>>>>>

import { readFileSync } from 'node:fs';
import { join } from 'node:path';
import { describe, expect, it } from 'vitest';
import { RULES } from '@/compiler/check/rules/index';
import { listSources, projectRoot } from '../support/sourceTree';

const sources = listSources();
const code = sources.filter((file) => /\.(ts|tsx|mjs|mts)$/.test(file) && !file.includes('/generated/'));
const read = (file: string): string => readFileSync(join(projectRoot, file), 'utf8');
/** Put together here, or this file would find itself. */
const word = (...parts: string[]): RegExp => new RegExp(parts.join(''));

describe('tidiness', () => {
  it('leaves nothing for later and silences nothing', () => {
    const marks = word('\\b(TO', 'DO|FIX', 'ME|XX', 'X)\\b|@ts-', '(ignore|nocheck)|\\bas an', 'y\\b');
    expect(code.filter((file) => marks.test(read(file)))).toEqual([]);
  });

  it('skips and focuses no test', () => {
    const marks = word('\\b(it|test|describe)\\.', '(skip|only|todo)\\b');
    expect(code.filter((file) => marks.test(read(file)))).toEqual([]);
  });

  it('keeps files about one thing, under 400 lines', () => {
    expect(code.filter((file) => read(file).split('\n').length > 400)).toEqual([]);
  });

  it('names no path of a machine and no address of a registry', () => {
    const marks = word('(^|[^A-Za-z0-9_.])/', '(work|root|home)/|registry\\.', 'npmjs');
    expect(code.filter((file) => marks.test(read(file)))).toEqual([]);
    expect(word('"resolved": "', 'http').test(read('package-lock.json'))).toBe(false);
  });

  it('has a file and a page for every rule, named by its code', () => {
    for (const { code: name } of RULES) {
      expect(sources).toContain(`compiler/check/rules/${name}.ts`);
      expect(sources).toContain(`compiler/check/rules/${name}.page.md`);
    }
  });
});
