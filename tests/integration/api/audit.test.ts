import { beforeAll, describe, expect, it } from "vitest";
import { GET as listEvents } from "@/app/api/audit/route";
import { AUDIT_ACTION_WORDS } from "@/lib/audit/action-words";
import { AuditListSchema } from "@/lib/audit/schema";
import { changeCase, reviseReference } from "@/lib/cases/change-case";
import { closeWhenDue } from "@/lib/rounds/advance-round";
import { callRoute } from "../../support/call-route";
import { changingNothing } from "../../support/changing-nothing";
import { useDatabase } from "../../support/database";
import { itIsGuarded } from "../../support/guarded-route";
import { expectFieldErrors } from "../../support/problem";
import { signInAs } from "../../support/session";
import { makeTwoDepartments, type TwoDepartments } from "../../support/staff";
import { leftExo, makeCase, makeOpenRound, readWholeRound, submitWholeRound } from "../../support/world";

describe("the audit trail", () => {
  const db = useDatabase();
  let people: TwoDepartments;
  beforeAll(async () => {
    people = await makeTwoDepartments(db());
    const { lead, examiner } = people.own;
    const caseId = await makeCase(db(), lead, leftExo(37), { code: "A-1" });
    await changeCase(db(), lead, caseId, { isAnchor: true });
    const roundId = await makeOpenRound(db(), lead, { examiners: [examiner], items: [{ caseId, kind: "first" }] });
    await readWholeRound(db(), examiner, roundId, () => leftExo(37));
    await submitWholeRound(db(), examiner, roundId);
    await db()("rounds")
      .where({ id: roundId })
      .update({ closes_at: new Date(Date.now() - 1) });
    await closeWhenDue(db(), roundId);
    const change = { finding: leftExo(37), basis: "panel" as const, uncertaintyDegrees: null, reason: "checked" };
    await reviseReference(db(), lead, caseId, change);
    await makeCase(db(), people.other.lead, leftExo(20), { code: "FOREIGN" });
  });
  const list = async (query: Record<string, string> = {}) => {
    signInAs(people.own.admin.id);
    const { body } = await callRoute(listEvents, { query });
    return AuditListSchema.parse(body).events;
  };

  describe("GET /api/audit", () => {
    itIsGuarded({ db, handler: listEvents, roles: ["admin"], people: () => people });

    it("tells what happened in the department, newest first, by whom and to what", async () => {
      const { lead, examiner } = people.own;
      expect((await list()).map(({ action, actor, target }) => [action, actor, target])).toEqual([
        ["case.reference-revised", lead.name, "Case A-1"],
        ["round.closed", null, "Round 1"],
        ["round.submitted", examiner.name, "Round 1"],
        ["round.open", lead.name, "Round 1"],
        ["round.drafted", lead.name, "Round 1"],
        ["case.changed", lead.name, "Case A-1"],
        ["case.created", lead.name, "Case A-1"],
      ]);
    });
    it("has words for every action, and no finding in any entry", async () => {
      for (const { action } of await list()) expect(Object.keys(AUDIT_ACTION_WORDS)).toContain(action);
      const rows = await db()("audit_events").select("detail");
      expect(JSON.stringify(rows)).not.toMatch(/37|exo|finding/);
    });
    it("gives a hundred at a time, and those before a given one", async () => {
      const at = new Date();
      const departmentId = people.own.admin.departmentId;
      const entry = { department_id: departmentId, action: "case.changed", target_type: "case", at };
      await db()("audit_events").insert(Array.from({ length: 100 }, () => entry));
      const newest = await list();
      expect(newest).toHaveLength(100);
      const rest = await list({ before: newest.at(-1)?.id ?? "" });
      expect(rest).toHaveLength(7);
      const ids = [...newest, ...rest].map(({ id }) => Number(id));
      expect(ids).toEqual(ids.toSorted((a, b) => b - a));
      expect(await list({ before: "1" })).toEqual([]);
    });
    it("answers 422 to a place in the trail that is none, and to other filters", async () => {
      signInAs(people.own.admin.id);
      for (const before of ["abc", "-1", "1; DROP TABLE audit_events", "9".repeat(19)]) {
        expectFieldErrors(await callRoute(listEvents, { query: { before } }), ["#/before"]);
      }
      expect(await list({ before: "9".repeat(18) })).toHaveLength(100);
      signInAs(people.own.admin.id);
      expectFieldErrors(await callRoute(listEvents, { query: { after: "1" } }), ["#"]);
    });
  });

  describe("in the database", () => {
    it.each([
      "UPDATE audit_events SET action = 'nothing happened'",
      "UPDATE audit_events SET at = at WHERE FALSE",
      "DELETE FROM audit_events",
      "TRUNCATE audit_events",
      "TRUNCATE departments CASCADE",
      "INSERT INTO audit_events (id, action, target_type, at) VALUES (1, 'again', 'case', now()) ON CONFLICT (id) DO UPDATE SET action = 'again'",
    ])("cannot be changed: %s", async (statement) => {
      await changingNothing(db(), () =>
        expect(db().raw(statement)).rejects.toThrow("the audit trail cannot be changed"),
      );
    });
    it("keeps the people and departments that it names", async () => {
      const remove = (table: string, id: string) =>
        expect(db()(table).where({ id }).delete()).rejects.toThrow("foreign key");
      await changingNothing(db(), () => remove("people", people.own.lead.id));
      await changingNothing(db(), () => remove("departments", people.own.lead.departmentId));
    });
  });
});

<<<<<

*Task goal:* Each line above that carries the string "admin" has to be returned.

*Written reply:*
    signInAs(people.own.admin.id);
    itIsGuarded({ db, handler: listEvents, roles: ["admin"], people: () => people });
      const departmentId = people.own.admin.departmentId;
      signInAs(people.own.admin.id);
      signInAs(people.own.admin.id);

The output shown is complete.